In experiment one carbon dioxide (CO ₂ ) levels created from sodium bicarbonate (NAHCO ₃ ) in this experiment was used as the hypothesis that was being tested in comparison to that of oxygen (O ₂ ) to determine as one level increases so will the other. The hypothesis was accepted in this experiment. As was predicted, the more light that was exposed the more oxygen would be produced which would cause the disks to float. Sources for error in this experiment would include improper set up of the vacuum flasks conducted by the previous lab experimenters. Other errors would include bad sampling techniques of the Spinach Leaf Disk.

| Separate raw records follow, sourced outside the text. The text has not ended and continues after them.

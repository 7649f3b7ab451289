"""Running an experiment from Python: the lines a reader would type, and what they give."""

from pathlib import Path

import numpy as np
import pandas as pd
import pytest

import hedgesim
from hedgesim.book import gross_value
from hedgesim.errors import ExperimentError

CONFIGS = Path(__file__).parents[1] / "configs"
FEW = ("paths.count=3000",)


def test_ten_lines_run_an_experiment_and_give_frames(tmp_path, monkeypatch):
    monkeypatch.chdir(CONFIGS.parent)
    lines = """\
import hedgesim

result = hedgesim.run("configs/demo.yaml", overrides=["paths.count=3000"])
print(result.sentence)
table = result.schedules.set_index("schedule")
print(table[["trades", "cost_mean", "std", "es975"]].round(0))
parts = result.breakdown.query("underlying == 'all'").pivot(index="schedule", columns="component", values="std")
print(parts.round(0))
print(result.frequency[["trades", "removable", "var_floor"]])
print(result.price_of_risk[["schedule", "next_finer", "price"]])
"""
    assert len(lines.splitlines()) == 10
    names: dict = {}
    exec(lines, names)
    result, table, parts = names["result"], names["table"], names["parts"]
    assert table.index.tolist() == list(result.study.schedules)
    assert set(parts.index) == set(table.index)
    np.testing.assert_allclose(parts["total"][table.index], table["std"], rtol=1e-9)
    assert result.findings["choice"]["schedule"] in table.index
    assert result.findings["choice"]["schedule"].removeprefix("every") in result.sentence
    assert list(tmp_path.iterdir()) == []


def test_frames_are_those_that_a_run_writes(tmp_path):
    from hedgesim.experiment.run import run_file

    folder = run_file(CONFIGS / "demo.yaml", out=tmp_path / "o", overrides=FEW, quiet=True)
    result = hedgesim.run(CONFIGS / "demo.yaml", overrides=FEW)
    for name in ("schedules", "breakdown", "frequency", "price_of_risk"):
        written = (folder / f"{name}.csv").read_text()
        assert getattr(result, name).to_csv(index=False, lineterminator="\n") == written
        assert isinstance(getattr(result, name), pd.DataFrame)


def test_detail_keeps_components_that_add_to_the_totals():
    brief = hedgesim.run(str(CONFIGS / "two_names.yaml"), overrides=["paths.count=500"])
    full = hedgesim.run(CONFIGS / "two_names.yaml", overrides=["paths.count=500"], detail=True, threads=1)
    assert brief.ledger.detail is None
    np.testing.assert_array_equal(brief.ledger.totals, full.ledger.totals)
    rounding = 1e-9 * gross_value(full.plan.book, full.plan.market)
    np.testing.assert_allclose(full.ledger.detail.sum(axis=(1, 2)), full.ledger.totals, atol=rounding, rtol=0)
    assert full.ledger.detail.shape[1] == 2


def test_a_wrong_experiment_raises_with_every_problem():
    with pytest.raises(ExperimentError) as caught:
        hedgesim.run(CONFIGS / "demo.yaml", overrides=["paths.count=1", "study.confidence=95"])
    assert [str(p) for p in caught.value.problems] == [
        "--set paths.count: 1 is out of range - write a whole number of at least 2 and at most 10000000000",
        "--set study.confidence: 95 looks like a percentage - write 95%",
    ]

More time in this experiment would improve or give more accurate results for photosynthesis. It would allow a greater measure of values from the experiment. Also conducting multiple sets of the same experimented in order to gain and average ratio to gauge success or failure. In this experiment the learned outcome was that photosynthesis works in two ways. The 1 ^st is light-dependent photosynthesis and the 2 ^nd was carbon fixation. Secondary outcomes learned in this experiment are that different light spectrums produce different results. Where red would produce more oxygenation that blue or green which produces little to no oxygen.

In the Unique Experiment the working hypothesis stated that the red dye that simulates the red light spectrum will produce more photosynthesis than that of the blue, whereas green will produce very little if any. Limitations and error of this experiment will include the same listed above in the 1 ^st experiment as well as how little or how much dye is used in the testing of the light spectrum. With greater time and multiple test of the same experiment averaged values could be derived from the test to give a more accurate result.

Cited References

John, D. (2016). BSC 2010L Laboratory Manual USF St. Petersburg (1st ed.). Boston MA: Pearson Custom Library.

Freeman, S., Quillin, K., Allison, L., Black, M., Podgorski, G., Taylor, E., & Carmichael, J. Biological science (6th ed.). Hoboken: Pearson Higher Education, [2017].

YAO, X. (2017). RESEARCH ARTICLE: Effects of light intensity on leaf microstructure and growth of rape seedlings cultivated under a combination of red and blue LEDs. Journal of Integrative Agriculture, 16(1), 97-105.